## Data
======
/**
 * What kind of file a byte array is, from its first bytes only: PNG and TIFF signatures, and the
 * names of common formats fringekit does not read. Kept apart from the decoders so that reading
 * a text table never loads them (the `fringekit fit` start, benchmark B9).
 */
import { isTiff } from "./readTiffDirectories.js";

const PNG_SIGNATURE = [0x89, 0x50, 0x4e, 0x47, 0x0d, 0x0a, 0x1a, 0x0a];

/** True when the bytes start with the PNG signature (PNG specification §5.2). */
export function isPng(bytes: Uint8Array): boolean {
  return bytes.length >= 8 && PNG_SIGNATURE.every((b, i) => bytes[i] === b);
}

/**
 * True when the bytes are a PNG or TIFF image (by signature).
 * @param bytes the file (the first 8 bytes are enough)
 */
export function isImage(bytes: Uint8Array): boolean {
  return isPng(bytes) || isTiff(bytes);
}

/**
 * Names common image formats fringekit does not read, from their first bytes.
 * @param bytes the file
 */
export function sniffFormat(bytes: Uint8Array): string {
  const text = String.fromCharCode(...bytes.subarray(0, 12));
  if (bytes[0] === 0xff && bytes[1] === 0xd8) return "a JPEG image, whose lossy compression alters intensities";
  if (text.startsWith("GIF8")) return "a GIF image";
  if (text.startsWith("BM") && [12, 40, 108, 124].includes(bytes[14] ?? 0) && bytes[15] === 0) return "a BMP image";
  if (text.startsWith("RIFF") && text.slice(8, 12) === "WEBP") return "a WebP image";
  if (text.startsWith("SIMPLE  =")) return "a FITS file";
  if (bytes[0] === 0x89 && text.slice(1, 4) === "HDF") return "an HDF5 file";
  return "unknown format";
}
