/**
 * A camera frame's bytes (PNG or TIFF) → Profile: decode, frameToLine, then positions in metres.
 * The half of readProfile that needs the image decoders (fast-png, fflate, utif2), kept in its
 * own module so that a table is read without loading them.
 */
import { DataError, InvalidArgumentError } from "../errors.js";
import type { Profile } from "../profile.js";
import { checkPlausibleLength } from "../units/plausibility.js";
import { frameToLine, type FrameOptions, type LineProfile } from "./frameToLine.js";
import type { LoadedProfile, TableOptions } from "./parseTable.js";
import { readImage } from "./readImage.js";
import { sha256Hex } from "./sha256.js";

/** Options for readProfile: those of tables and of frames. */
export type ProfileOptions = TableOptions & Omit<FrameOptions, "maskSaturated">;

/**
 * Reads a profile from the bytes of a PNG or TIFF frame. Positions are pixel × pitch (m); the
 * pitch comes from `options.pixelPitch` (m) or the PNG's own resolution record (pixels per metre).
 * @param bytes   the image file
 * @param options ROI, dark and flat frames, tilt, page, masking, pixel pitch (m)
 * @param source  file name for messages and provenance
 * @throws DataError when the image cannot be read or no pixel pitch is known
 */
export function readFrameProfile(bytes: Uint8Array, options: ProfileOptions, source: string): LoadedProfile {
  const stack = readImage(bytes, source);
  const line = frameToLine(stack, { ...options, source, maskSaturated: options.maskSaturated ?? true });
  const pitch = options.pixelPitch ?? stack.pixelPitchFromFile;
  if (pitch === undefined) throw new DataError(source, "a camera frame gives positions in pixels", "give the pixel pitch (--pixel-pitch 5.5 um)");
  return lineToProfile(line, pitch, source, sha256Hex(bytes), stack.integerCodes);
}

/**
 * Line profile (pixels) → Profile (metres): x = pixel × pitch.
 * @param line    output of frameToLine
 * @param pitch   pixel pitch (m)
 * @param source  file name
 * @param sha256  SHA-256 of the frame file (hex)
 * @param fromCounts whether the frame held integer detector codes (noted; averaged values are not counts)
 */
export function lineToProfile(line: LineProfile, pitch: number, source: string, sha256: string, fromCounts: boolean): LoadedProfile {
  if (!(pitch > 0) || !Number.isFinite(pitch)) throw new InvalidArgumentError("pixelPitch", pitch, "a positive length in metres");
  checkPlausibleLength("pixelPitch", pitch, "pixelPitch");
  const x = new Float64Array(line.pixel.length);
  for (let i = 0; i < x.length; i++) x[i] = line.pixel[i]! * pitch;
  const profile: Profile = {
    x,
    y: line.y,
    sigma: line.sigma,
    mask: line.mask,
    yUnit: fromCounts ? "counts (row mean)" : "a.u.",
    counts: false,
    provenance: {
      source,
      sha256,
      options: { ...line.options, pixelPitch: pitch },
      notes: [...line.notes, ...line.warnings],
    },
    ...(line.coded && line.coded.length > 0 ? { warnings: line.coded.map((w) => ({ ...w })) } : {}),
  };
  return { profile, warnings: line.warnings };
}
======
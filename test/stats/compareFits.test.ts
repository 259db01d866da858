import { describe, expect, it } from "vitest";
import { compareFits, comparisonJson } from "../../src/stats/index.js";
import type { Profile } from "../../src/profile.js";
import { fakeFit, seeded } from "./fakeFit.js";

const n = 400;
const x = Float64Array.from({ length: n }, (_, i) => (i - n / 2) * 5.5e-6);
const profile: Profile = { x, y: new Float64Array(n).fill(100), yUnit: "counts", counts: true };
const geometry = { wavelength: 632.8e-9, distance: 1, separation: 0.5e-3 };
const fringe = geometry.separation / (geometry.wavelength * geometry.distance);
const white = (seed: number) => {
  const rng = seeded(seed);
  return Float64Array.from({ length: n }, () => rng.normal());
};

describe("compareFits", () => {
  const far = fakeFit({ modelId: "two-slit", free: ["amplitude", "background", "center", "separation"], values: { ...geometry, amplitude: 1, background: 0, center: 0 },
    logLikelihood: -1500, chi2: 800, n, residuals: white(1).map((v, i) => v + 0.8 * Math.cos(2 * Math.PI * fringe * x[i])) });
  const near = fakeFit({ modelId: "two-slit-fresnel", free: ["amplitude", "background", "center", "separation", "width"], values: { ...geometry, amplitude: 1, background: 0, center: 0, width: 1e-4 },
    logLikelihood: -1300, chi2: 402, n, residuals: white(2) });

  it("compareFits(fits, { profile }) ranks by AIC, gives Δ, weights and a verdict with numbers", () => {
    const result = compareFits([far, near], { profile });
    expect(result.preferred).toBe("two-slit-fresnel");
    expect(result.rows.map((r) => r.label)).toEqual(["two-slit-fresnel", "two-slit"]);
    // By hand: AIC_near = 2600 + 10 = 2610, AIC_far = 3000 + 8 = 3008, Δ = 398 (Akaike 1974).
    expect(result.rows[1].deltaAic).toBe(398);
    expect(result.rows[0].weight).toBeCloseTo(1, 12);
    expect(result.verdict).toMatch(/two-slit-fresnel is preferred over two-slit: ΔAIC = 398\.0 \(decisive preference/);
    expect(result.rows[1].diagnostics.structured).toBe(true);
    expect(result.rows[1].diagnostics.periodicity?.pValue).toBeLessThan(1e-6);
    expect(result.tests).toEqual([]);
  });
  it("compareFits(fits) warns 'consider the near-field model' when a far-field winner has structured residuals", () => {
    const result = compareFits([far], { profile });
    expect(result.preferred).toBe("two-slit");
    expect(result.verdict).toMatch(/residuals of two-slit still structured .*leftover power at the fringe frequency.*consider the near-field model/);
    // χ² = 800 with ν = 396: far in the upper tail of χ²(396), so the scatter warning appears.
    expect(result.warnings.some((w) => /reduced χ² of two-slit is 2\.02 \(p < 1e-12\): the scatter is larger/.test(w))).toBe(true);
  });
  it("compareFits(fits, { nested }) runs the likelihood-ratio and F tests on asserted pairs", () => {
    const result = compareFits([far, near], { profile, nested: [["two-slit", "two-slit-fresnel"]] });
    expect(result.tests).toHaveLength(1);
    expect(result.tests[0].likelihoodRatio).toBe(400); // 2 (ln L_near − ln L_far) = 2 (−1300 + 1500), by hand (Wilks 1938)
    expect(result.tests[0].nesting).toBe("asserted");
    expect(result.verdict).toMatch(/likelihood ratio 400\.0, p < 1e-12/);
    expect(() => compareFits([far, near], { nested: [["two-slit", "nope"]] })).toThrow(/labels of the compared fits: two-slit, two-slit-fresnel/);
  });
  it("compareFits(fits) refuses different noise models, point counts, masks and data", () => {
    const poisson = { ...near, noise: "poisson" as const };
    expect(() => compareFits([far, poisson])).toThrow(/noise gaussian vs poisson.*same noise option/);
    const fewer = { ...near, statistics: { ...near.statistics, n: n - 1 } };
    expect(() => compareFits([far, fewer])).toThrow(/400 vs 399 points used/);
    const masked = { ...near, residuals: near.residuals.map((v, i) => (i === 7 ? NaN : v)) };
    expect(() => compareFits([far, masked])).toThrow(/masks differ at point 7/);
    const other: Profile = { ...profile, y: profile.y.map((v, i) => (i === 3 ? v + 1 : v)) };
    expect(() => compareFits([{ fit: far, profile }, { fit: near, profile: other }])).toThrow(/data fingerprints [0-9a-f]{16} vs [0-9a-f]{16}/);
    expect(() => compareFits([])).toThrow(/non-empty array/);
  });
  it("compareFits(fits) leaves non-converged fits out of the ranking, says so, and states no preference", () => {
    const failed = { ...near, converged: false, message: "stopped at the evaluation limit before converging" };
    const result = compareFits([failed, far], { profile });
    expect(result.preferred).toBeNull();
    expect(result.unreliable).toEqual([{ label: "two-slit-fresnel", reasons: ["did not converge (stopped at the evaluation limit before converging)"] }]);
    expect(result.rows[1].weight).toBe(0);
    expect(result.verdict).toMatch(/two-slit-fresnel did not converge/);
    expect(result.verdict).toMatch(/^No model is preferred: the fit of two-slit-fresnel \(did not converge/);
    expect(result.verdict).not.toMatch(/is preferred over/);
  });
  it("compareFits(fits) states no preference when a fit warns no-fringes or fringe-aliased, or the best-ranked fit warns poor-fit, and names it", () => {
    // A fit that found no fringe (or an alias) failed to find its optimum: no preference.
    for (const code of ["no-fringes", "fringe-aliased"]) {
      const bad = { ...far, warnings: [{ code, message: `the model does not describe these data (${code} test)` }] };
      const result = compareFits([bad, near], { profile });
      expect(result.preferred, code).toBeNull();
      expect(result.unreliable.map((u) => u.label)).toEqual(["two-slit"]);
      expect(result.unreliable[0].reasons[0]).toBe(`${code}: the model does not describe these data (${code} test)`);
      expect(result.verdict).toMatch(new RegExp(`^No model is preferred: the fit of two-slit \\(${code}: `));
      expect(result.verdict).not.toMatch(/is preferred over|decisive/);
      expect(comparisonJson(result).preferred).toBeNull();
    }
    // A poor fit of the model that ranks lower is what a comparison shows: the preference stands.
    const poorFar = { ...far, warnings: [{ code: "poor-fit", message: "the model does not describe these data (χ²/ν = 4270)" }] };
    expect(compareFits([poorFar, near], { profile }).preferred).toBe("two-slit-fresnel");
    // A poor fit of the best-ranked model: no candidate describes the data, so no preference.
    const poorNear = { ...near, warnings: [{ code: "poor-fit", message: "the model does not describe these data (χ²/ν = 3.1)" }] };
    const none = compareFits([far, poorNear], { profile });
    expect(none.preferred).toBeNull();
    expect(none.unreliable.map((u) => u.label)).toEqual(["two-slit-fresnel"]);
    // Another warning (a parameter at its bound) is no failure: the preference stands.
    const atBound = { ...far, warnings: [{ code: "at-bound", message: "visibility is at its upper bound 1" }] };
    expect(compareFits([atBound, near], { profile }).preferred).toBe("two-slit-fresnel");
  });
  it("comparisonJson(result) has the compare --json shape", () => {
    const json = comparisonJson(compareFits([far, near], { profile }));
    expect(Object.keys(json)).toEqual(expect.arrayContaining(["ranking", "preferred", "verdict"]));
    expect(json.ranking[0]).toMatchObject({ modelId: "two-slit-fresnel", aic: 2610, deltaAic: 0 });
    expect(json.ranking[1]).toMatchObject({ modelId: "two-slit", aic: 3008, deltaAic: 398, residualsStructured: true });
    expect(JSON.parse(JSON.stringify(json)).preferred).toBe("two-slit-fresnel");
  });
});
======
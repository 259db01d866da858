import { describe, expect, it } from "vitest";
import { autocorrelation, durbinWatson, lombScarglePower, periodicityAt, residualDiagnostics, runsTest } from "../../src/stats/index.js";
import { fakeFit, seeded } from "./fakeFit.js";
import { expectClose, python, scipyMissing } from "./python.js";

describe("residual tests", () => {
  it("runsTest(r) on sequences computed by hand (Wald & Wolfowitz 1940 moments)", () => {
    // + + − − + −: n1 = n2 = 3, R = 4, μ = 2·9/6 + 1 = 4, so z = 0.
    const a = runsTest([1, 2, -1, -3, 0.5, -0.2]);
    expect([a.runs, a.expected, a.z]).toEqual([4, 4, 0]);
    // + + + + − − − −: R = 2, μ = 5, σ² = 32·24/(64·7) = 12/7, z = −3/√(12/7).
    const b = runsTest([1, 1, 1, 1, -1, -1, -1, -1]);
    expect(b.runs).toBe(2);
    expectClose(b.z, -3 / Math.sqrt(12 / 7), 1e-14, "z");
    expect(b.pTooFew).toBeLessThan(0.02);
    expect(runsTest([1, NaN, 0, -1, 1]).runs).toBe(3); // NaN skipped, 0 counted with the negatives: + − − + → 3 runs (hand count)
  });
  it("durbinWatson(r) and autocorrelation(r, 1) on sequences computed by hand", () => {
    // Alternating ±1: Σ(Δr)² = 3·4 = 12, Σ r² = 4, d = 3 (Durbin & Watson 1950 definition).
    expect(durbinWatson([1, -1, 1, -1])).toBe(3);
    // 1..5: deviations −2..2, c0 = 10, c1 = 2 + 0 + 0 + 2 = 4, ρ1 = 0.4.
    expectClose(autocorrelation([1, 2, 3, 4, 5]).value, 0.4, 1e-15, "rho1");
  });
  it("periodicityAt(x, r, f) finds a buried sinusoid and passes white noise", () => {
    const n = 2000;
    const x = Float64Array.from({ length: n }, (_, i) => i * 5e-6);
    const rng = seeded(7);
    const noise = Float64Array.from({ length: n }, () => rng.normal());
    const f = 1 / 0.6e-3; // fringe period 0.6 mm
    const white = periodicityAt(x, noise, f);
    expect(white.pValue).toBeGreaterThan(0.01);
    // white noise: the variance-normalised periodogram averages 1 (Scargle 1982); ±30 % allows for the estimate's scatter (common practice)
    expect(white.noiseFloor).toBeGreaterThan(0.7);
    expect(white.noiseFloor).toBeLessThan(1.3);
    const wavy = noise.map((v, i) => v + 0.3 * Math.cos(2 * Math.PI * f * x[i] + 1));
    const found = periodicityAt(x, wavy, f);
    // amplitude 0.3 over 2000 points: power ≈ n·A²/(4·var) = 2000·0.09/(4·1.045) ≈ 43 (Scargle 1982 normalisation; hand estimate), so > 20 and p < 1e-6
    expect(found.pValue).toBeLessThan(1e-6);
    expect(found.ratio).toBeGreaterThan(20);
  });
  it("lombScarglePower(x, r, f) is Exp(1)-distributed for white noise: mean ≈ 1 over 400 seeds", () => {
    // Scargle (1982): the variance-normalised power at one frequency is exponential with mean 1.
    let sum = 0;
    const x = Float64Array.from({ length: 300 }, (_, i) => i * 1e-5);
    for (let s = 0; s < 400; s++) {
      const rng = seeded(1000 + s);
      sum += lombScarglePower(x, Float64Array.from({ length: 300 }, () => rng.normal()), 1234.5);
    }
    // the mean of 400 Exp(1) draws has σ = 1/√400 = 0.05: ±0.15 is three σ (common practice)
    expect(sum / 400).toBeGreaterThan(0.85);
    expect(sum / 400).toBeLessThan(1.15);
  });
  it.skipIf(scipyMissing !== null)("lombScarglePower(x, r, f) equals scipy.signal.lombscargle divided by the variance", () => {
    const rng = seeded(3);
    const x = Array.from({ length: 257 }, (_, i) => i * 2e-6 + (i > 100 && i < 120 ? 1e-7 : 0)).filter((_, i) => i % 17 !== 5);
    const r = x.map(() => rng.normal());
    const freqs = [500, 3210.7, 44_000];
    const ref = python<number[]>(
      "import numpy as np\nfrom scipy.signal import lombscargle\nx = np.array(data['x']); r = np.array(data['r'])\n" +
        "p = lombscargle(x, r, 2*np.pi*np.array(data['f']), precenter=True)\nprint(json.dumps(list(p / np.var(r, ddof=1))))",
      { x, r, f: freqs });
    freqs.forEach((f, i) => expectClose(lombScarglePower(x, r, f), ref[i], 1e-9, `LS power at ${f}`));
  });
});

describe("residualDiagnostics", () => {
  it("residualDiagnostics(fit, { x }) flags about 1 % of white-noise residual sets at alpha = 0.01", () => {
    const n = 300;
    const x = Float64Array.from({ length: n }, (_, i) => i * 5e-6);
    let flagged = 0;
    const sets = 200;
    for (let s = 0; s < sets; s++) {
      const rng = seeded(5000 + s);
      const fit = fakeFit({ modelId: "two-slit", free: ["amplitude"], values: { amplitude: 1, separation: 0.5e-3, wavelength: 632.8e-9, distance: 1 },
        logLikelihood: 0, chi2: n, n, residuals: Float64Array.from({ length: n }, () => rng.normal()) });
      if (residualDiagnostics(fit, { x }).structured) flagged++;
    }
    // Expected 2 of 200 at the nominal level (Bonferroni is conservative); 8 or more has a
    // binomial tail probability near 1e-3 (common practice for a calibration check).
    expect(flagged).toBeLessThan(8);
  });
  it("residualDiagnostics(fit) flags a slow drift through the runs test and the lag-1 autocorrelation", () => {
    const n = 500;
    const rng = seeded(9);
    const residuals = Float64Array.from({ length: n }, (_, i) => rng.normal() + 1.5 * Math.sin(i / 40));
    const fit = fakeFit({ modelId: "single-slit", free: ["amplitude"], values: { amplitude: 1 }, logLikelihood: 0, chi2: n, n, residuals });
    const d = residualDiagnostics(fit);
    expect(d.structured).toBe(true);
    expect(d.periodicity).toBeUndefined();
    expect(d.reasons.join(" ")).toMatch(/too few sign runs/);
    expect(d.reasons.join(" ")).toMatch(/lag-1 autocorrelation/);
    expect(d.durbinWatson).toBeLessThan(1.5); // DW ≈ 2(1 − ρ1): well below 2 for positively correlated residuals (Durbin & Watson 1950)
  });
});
======
## What you have to do
Return all lines in the data that include the word "variance".

## Exercise output
    // white noise: the variance-normalised periodogram averages 1 (Scargle 1982); ±30 % allows for the estimate's scatter (common practice)
    // Scargle (1982): the variance-normalised power at one frequency is exponential with mean 1.
  it.skipIf(scipyMissing !== null)("lombScarglePower(x, r, f) equals scipy.signal.lombscargle divided by the variance", () => {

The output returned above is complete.